How to leverage AI for user research
We’ve discussed 5 ways you can leverage AI for UX research: analyzing quantitative data, supporting analysis of qualitative data, transcription, setting up research, and reporting insights.
Let’s dig into some real-life use cases of how you’d use AI for different types of research.
How to use AI for types of UX research
AI will have different benefits for different types of UX research. For example, for user interviews you may find its transcription and summarization features helpful. For surveys you may want its help tagging open-ends.
Here’s how you might use AI for 5 common research methods:
- User interviews: Use AI to transcribe your calls, make notes for you, and tag them with key themes.
- User surveys: AI can help create and analyze unstructured open-ends in minutes.
- Competitive analysis: AI tools like Perplexity can help you gather and sort data about competitor products.
AI is useful for certain parts of your workflow regardless of the method you’re using. For example you can always use AI to help prepare for your research study (e.g., writing a discussion guide or research plan), as well as for writing your final research report.
Interested in learning more about the future of AI and UX Research? Read our detailed guide here.
How to use ChatGPT for UX research
One of the easiest ways to get started with trying AI out in UX research is to test use cases with ChatGPT. While it’s not a research-specific tool, you can use it in meaningful ways to speed up your workflow:
- Brainstorming: Ask ChatGPT for ideas on research questions or user personas. It might suggest angles you hadn't thought of before.
- Writing tasks: Use it to draft survey questions or user test scripts.
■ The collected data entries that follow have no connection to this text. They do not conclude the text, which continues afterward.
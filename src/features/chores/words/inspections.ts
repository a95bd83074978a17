import type { InspectionItem, InspectionResult, ITEM_ANSWERS } from '@/core/upkeep/inspection';

export const ITEM_WORDS: Record<InspectionItem, { label: string; hint: string }> = {
  tree: { label: 'Tree', hint: 'Alive, sound, has not outgrown the stand' },
  straps: { label: 'Straps, chains and cables', hint: 'Dated; not faded, chewed or grown in' },
  ratchets: { label: 'Ratchets', hint: 'Hold under load, let go when asked' },
  bolts: { label: 'Bolts, welds, rust', hint: 'Tight, whole, no flaking' },
  seat: { label: 'Seat', hint: 'Whole and dry' },
  ladder: { label: 'Ladder joints', hint: 'Pinned; stands firm' },
  platform: { label: 'Platform', hint: 'Level, carries weight, no give' },
  lifeline: { label: 'Lifeline', hint: 'There, dated, from the ground to the seat' },
  steps: { label: 'Steps', hint: 'None loose or missing' },
  blind: { label: 'Roof, door, floor', hint: 'Tight; no wasps' },
  noise: { label: 'Noise', hint: 'Nothing creaks or knocks' },
  name_tag: { label: 'Name tag', hint: 'There and readable' },
  lanes: { label: 'Shooting lanes', hint: 'Clear' },
  path: { label: 'Path', hint: 'Quiet underfoot, marked' },
  weight_label: { label: 'Weight label', hint: 'There and readable' },
  haul_rope: { label: 'Haul rope', hint: 'There and sound' },
};

export const ANSWER_WORDS: Record<(typeof ITEM_ANSWERS)[number], string> = {
  good: 'Good',
  fix: 'Fix',
  unsafe: 'Unsafe',
  none: 'Has none',
};

export const RESULT_WORDS: Record<InspectionResult, string> = {
  pass: 'Pass',
  fix_first: 'Fix first',
  closed: 'Closed',
};

export const RESULT_NOTES: Record<InspectionResult, string> = {
  pass: 'Nothing to mend.',
  fix_first: 'A chore is made to mend it. The stand stays open: say in the notes what to mind.',
  closed: 'Shut at once. Members booked there are told by mail, and a chore is made.',
};

export const INSPECTION_FORM_WORDS = {
  day: 'Day of the look',
  strap: 'Main strap fitted on',
  years: "Maker's years",
  yearsHint: 'As its instructions say. Blank: two years, which is usual practice and no standard.',
  result: 'Result',
  notes: 'Notes',
  notesHint: 'What was found. Needed when the stand does not pass; its first line stands beside the closure.',
  next: 'Next look due',
  save: 'Save inspection',
  saving: 'Saving…',
  back: 'Back without saving',
  saved: (stand: string) => `${stand} inspected`,
  told: (sits: number) => `${sits} booked ${sits === 1 ? 'sit' : 'sits'}: members told by mail.`,
  chore: 'A chore was made to mend it.',
  reopen: 'Open the stand again',
  reopenHint: (day: string, reason: string) => `Closed by the inspection of ${day}. ${reason}.`,
  opened: 'The stand is open again.',
} as const;

export const UPKEEP_TABLE_WORDS = {
  caption: 'Inspections and straps, what is due first',
  stand: 'Stand',
  result: 'Result',
  last: 'Last look',
  next: 'Next due',
  strap: 'Main strap',
  over: 'Over',
  soon: 'Soon',
  never: 'Never looked at',
  lastBy: (day: string, member: string) => `${day}, ${member}`,
  now: 'Now',
  noStrap: 'Has none',
} as const;

export const STRAP_WORDS = {
  noDate: 'No date',
  byMaker: (years: string) => `maker's ${years} y`,
  usual: 'usual 2 y',
  over: (day: string, why: string) => `Over since ${day} (${why})`,
  good: (day: string, why: string) => `Good to ${day} (${why})`,
} as const;

export const STAND_UPKEEP_WORDS = {
  title: 'Inspections',
  titleOf: (stand: string) => `Inspections of ${stand}`,
  inspect: 'Inspect it now',
  stand: 'The stand',
  closed: 'Closed by an inspection',
  closedText: 'It stays closed until a steward opens it again under Closed days.',
  passedText: 'It has passed since. It stays closed until it is opened again.',
  last: 'Last result',
  next: 'Next look due',
  strap: 'Main strap',
  history: 'History',
  empty: 'Nobody has looked it over yet',
  emptyText: 'The list takes some ten minutes at the stand.',
  found: (found: { label: string; answer: string }[]) =>
    found.map(({ label, answer }) => `${label}: ${answer.toLowerCase()}`).join('; '),
} as const;

export const INSPECT_PAGE_WORDS = {
  title: 'Inspect a stand',
  titleOf: (stand: string) => `Inspect ${stand}`,
  harness: 'Harness on from ground to ground',
  harnessText:
    "Look the straps and the tree over from below before you climb. The maker's instructions come before this list.",
} as const;

export const INSPECTION_FIELD_ERRORS = {
  long: (most: number) => `Keep it to ${most} characters.`,
  notesLong: (most: number) => `Keep the notes to ${most} characters.`,
  /** By the mildest result that the answers allow. */
  tooMild: {
    pass: '',
    fix_first: 'Something is marked to fix: the stand cannot pass yet.',
    closed: 'Something is marked unsafe: the result must be closed.',
  } satisfies Record<InspectionResult, string>,
  answer: 'Choose one.',
  next: 'The next look comes after this one.',
  strap: 'The strap was fitted on or before the day of this look.',
  /** How errors of a number name the field. */
  years: 'Years',
  result: 'Choose a result.',
  notes: 'Say what is wrong.',
} as const;

export const INSPECTION_ERRORS = {
  toCome: 'This day is still to come.',
  old: 'Choose a day within the last year.',
  otherKind: (stand: string) => `${stand} has become another kind of stand. Reload the page.`,
} as const;

/** What an inspection writes elsewhere. */
export const INSPECTION_LEAVES = {
  closure: (reason: string) => `Inspection: ${reason}`,
  chore: (stand: string) => `Mend ${stand}`,
  audit: (stand: string, result: InspectionResult, reason: string) =>
    `Inspected ${stand}: ${RESULT_WORDS[result].toLowerCase()}${reason === '' ? '' : `, ${reason}`}.`,
} as const;

export const STAND_CLOSED_MAIL = {
  subject: (stand: string, when: string) => `Stand closed: ${stand}, ${when}`,
  hello: (name: string) => `Hello ${name},`,
  opening: (stand: string) =>
    `${stand} was closed by an inspection, and you are booked there. Do not climb or sit there until a steward opens it again.`,
  stand: 'Stand',
  sit: 'Your sit',
  why: 'Why',
  button: 'Move or cancel the sit',
  footer: 'You get this because the sit is yours.',
} as const;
It can help you word things clearly and avoid jargon.
- Data summary: Feed it user comments and ask for a summary of main points. This can give you a quick overview of user feedback.
- Quick answers: Ask it UX-related questions to get a starting point for your research. For example, "What are common usability issues in mobile apps?"
Here’s a set of prompts to get you started.
Remember, always double-check ChatGPT's output. It can make mistakes or be biased. Think of it as a helpful assistant, not a replacement for your expertise.
In the end, AI is a powerful tool, not a replacement for UX researchers.
By learning to work with AI, we can do our jobs better and create even better user experiences. We can use AI to handle the time-consuming parts of our job, freeing us up to do what humans do best: understand other humans.